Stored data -
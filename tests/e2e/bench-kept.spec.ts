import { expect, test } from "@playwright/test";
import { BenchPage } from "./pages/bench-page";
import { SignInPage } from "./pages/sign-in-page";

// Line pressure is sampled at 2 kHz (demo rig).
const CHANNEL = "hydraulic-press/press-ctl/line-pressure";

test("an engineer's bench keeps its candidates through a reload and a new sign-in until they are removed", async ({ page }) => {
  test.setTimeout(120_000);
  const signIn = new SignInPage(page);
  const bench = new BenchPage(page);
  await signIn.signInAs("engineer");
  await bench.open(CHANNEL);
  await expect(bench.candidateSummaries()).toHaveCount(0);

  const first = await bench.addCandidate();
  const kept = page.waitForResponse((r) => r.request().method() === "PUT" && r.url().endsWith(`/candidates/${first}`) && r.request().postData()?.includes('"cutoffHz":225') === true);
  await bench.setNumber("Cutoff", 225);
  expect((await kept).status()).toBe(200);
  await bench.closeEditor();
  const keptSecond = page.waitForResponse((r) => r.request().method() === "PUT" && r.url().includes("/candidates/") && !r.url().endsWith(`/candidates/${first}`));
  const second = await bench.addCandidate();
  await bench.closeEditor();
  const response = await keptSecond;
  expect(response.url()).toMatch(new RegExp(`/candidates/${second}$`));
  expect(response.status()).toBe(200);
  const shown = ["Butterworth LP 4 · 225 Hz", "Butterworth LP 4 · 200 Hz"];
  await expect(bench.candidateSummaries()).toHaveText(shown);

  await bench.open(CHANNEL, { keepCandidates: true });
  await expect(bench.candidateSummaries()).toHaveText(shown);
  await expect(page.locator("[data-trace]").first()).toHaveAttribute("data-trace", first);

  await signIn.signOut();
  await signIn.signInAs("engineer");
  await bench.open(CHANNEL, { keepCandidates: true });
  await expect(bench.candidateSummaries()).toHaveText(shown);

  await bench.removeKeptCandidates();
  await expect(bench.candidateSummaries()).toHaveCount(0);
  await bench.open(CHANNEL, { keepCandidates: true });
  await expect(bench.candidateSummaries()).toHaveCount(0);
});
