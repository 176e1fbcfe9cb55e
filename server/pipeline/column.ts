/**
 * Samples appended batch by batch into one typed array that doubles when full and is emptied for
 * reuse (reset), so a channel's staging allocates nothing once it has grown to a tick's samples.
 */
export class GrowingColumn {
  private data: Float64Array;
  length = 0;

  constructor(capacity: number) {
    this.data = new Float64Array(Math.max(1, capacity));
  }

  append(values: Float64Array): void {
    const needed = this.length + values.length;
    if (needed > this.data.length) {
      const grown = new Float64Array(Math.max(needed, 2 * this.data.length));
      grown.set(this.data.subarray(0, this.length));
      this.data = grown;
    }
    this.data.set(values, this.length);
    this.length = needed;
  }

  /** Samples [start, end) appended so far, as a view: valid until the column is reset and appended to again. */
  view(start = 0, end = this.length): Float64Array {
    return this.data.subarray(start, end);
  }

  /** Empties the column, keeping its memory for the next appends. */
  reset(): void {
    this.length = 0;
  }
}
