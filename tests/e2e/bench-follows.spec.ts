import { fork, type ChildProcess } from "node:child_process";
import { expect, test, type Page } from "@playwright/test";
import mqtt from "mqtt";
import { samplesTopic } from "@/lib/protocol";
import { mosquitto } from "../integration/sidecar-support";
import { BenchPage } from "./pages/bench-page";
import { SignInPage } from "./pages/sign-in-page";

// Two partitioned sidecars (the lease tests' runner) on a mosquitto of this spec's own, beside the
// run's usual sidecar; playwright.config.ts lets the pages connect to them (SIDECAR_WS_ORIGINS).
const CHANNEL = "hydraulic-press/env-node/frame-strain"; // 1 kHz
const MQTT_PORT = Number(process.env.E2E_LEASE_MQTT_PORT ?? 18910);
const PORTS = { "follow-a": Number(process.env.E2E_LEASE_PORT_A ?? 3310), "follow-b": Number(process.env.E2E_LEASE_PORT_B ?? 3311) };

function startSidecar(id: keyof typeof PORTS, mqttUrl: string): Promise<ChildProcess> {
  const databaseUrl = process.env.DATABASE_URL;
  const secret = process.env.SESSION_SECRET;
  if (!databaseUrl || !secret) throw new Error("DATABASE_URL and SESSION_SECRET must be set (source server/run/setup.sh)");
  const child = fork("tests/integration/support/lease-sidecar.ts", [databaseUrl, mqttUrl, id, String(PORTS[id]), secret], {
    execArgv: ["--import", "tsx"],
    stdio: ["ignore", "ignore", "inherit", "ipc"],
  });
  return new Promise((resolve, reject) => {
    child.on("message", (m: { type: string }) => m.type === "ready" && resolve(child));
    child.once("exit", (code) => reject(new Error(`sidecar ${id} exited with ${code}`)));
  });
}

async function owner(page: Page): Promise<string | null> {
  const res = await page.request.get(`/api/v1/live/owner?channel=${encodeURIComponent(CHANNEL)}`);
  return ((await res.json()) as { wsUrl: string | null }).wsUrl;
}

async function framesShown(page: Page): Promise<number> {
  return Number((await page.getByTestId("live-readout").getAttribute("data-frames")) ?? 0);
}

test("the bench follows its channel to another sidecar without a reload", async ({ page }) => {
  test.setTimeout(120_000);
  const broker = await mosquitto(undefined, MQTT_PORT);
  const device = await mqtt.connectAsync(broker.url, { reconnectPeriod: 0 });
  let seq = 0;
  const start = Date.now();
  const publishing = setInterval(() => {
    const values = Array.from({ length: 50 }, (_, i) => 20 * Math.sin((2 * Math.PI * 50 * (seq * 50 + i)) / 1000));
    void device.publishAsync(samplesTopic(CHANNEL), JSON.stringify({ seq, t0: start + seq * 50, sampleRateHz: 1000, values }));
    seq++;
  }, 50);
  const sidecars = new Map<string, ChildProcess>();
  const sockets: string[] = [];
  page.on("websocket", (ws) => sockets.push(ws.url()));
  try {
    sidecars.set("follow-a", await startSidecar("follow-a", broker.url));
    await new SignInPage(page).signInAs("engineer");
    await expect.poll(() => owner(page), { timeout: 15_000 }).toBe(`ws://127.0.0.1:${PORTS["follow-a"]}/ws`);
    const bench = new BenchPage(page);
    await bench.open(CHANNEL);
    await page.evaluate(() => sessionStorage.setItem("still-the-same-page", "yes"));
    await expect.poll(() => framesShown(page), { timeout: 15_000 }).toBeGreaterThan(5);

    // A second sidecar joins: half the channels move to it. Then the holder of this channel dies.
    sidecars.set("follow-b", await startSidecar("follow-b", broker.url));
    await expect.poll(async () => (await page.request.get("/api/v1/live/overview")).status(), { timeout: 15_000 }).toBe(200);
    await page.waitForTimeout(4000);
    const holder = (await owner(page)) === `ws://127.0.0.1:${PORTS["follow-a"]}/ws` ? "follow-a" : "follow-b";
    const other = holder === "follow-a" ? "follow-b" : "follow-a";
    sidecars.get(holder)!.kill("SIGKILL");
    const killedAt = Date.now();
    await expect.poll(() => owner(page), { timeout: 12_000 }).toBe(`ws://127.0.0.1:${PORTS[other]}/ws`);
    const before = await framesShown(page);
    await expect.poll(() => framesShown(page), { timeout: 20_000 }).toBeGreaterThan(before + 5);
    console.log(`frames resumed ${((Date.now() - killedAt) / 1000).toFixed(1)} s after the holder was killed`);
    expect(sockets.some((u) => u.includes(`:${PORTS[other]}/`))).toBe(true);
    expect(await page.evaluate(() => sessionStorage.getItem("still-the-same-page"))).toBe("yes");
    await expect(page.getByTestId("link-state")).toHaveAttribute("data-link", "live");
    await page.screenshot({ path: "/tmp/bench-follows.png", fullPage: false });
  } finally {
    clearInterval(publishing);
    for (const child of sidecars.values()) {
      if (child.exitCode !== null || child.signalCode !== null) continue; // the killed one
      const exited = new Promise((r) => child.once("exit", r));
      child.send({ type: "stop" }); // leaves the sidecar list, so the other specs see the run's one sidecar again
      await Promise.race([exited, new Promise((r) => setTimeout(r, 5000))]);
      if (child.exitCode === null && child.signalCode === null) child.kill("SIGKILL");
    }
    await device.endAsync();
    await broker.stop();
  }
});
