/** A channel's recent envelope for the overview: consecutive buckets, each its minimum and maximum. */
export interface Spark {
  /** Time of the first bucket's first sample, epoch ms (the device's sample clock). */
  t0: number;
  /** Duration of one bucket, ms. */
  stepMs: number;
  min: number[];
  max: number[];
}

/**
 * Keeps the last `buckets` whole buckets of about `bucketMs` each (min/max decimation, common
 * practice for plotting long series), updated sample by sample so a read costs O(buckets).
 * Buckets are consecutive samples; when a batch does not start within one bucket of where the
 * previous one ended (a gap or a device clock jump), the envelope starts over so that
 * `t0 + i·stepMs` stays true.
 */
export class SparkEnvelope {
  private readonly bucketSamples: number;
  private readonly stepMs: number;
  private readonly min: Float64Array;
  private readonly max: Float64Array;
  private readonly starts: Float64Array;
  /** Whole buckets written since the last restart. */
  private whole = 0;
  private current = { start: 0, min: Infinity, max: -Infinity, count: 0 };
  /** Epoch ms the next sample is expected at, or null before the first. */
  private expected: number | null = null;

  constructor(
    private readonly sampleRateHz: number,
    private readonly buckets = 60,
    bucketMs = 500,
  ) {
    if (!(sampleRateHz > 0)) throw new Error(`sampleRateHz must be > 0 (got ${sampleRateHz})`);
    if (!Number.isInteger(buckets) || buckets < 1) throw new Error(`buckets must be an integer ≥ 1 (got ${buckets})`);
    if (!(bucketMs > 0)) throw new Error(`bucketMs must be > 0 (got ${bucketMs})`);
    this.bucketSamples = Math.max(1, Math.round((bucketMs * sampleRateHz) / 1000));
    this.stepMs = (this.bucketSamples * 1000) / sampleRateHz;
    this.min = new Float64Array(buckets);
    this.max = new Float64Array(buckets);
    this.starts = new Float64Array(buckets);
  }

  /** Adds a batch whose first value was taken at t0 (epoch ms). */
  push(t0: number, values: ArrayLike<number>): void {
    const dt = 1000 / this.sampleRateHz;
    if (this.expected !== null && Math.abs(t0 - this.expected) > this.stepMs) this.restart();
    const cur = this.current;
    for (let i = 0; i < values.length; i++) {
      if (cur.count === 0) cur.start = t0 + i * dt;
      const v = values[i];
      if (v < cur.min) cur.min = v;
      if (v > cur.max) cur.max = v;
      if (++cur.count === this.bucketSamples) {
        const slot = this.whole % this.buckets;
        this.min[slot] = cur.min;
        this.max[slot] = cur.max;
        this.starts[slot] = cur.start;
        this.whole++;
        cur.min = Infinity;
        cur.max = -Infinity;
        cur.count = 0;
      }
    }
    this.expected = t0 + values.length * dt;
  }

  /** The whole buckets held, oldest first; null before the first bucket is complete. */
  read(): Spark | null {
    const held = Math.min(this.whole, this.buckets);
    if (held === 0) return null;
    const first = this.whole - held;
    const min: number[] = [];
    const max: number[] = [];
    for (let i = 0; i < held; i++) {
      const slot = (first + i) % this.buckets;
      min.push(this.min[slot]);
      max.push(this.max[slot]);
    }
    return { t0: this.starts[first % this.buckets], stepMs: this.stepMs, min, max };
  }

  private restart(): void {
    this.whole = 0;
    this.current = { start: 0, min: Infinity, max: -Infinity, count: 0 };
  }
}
==
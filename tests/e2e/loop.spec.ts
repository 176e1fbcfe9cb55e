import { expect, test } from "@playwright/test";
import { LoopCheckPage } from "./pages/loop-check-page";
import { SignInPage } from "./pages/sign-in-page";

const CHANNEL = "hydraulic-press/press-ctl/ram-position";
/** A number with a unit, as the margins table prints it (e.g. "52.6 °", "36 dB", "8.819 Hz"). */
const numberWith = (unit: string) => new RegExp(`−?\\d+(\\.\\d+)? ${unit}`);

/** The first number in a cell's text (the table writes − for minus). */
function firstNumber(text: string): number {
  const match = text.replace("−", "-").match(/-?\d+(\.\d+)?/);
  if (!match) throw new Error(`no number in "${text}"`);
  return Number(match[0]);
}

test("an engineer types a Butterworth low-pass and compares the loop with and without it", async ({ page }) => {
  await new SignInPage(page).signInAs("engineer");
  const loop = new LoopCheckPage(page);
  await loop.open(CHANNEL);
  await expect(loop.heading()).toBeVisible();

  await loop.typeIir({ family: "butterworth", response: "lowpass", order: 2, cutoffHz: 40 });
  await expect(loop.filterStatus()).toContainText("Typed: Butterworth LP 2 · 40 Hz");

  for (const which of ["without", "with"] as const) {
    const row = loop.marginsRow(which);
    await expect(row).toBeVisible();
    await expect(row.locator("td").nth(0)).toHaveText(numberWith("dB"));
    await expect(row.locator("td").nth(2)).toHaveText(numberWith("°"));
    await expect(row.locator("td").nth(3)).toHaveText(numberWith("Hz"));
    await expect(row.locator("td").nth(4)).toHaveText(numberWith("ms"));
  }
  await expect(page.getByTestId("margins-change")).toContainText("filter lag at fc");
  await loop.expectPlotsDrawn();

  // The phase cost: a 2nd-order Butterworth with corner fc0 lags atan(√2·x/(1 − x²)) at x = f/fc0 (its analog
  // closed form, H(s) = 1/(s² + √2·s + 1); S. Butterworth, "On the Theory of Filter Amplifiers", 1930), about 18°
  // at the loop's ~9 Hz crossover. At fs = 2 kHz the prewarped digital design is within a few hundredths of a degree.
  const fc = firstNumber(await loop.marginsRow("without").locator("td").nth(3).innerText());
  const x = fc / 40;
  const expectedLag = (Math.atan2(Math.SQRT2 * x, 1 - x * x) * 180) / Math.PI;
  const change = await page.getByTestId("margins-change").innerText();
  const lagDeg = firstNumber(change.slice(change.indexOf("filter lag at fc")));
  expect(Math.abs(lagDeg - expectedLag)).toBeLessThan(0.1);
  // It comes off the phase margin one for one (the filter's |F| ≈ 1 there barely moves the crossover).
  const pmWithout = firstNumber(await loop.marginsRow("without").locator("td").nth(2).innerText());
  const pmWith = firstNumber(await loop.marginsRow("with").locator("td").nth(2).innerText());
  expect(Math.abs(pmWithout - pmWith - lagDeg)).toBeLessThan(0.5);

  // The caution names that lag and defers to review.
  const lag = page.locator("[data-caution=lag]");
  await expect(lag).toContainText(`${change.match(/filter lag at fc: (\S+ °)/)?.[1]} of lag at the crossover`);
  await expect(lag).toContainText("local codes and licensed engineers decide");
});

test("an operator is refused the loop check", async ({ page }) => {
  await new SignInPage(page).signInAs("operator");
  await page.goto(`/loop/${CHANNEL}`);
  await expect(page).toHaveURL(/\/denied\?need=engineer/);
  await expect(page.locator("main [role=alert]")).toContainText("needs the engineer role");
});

Exercise objective - From the data above, return every line from the line that has "(min/max decimation, common" up to and including the line that has "this.max = new Float64Array(buckets);", exactly.

Result -
 * Keeps the last `buckets` whole buckets of about `bucketMs` each (min/max decimation, common
 * practice for plotting long series), updated sample by sample so a read costs O(buckets).
 * Buckets are consecutive samples; when a batch does not start within one bucket of where the
 * previous one ended (a gap or a device clock jump), the envelope starts over so that
 * `t0 + i·stepMs` stays true.
 */
export class SparkEnvelope {
  private readonly bucketSamples: number;
  private readonly stepMs: number;
  private readonly min: Float64Array;
  private readonly max: Float64Array;
  private readonly starts: Float64Array;
  /** Whole buckets written since the last restart. */
  private whole = 0;
  private current = { start: 0, min: Infinity, max: -Infinity, count: 0 };
  /** Epoch ms the next sample is expected at, or null before the first. */
  private expected: number | null = null;

  constructor(
    private readonly sampleRateHz: number,
    private readonly buckets = 60,
    bucketMs = 500,
  ) {
    if (!(sampleRateHz > 0)) throw new Error(`sampleRateHz must be > 0 (got ${sampleRateHz})`);
    if (!Number.isInteger(buckets) || buckets < 1) throw new Error(`buckets must be an integer ≥ 1 (got ${buckets})`);
    if (!(bucketMs > 0)) throw new Error(`bucketMs must be > 0 (got ${bucketMs})`);
    this.bucketSamples = Math.max(1, Math.round((bucketMs * sampleRateHz) / 1000));
    this.stepMs = (this.bucketSamples * 1000) / sampleRateHz;
    this.min = new Float64Array(buckets);
    this.max = new Float64Array(buckets);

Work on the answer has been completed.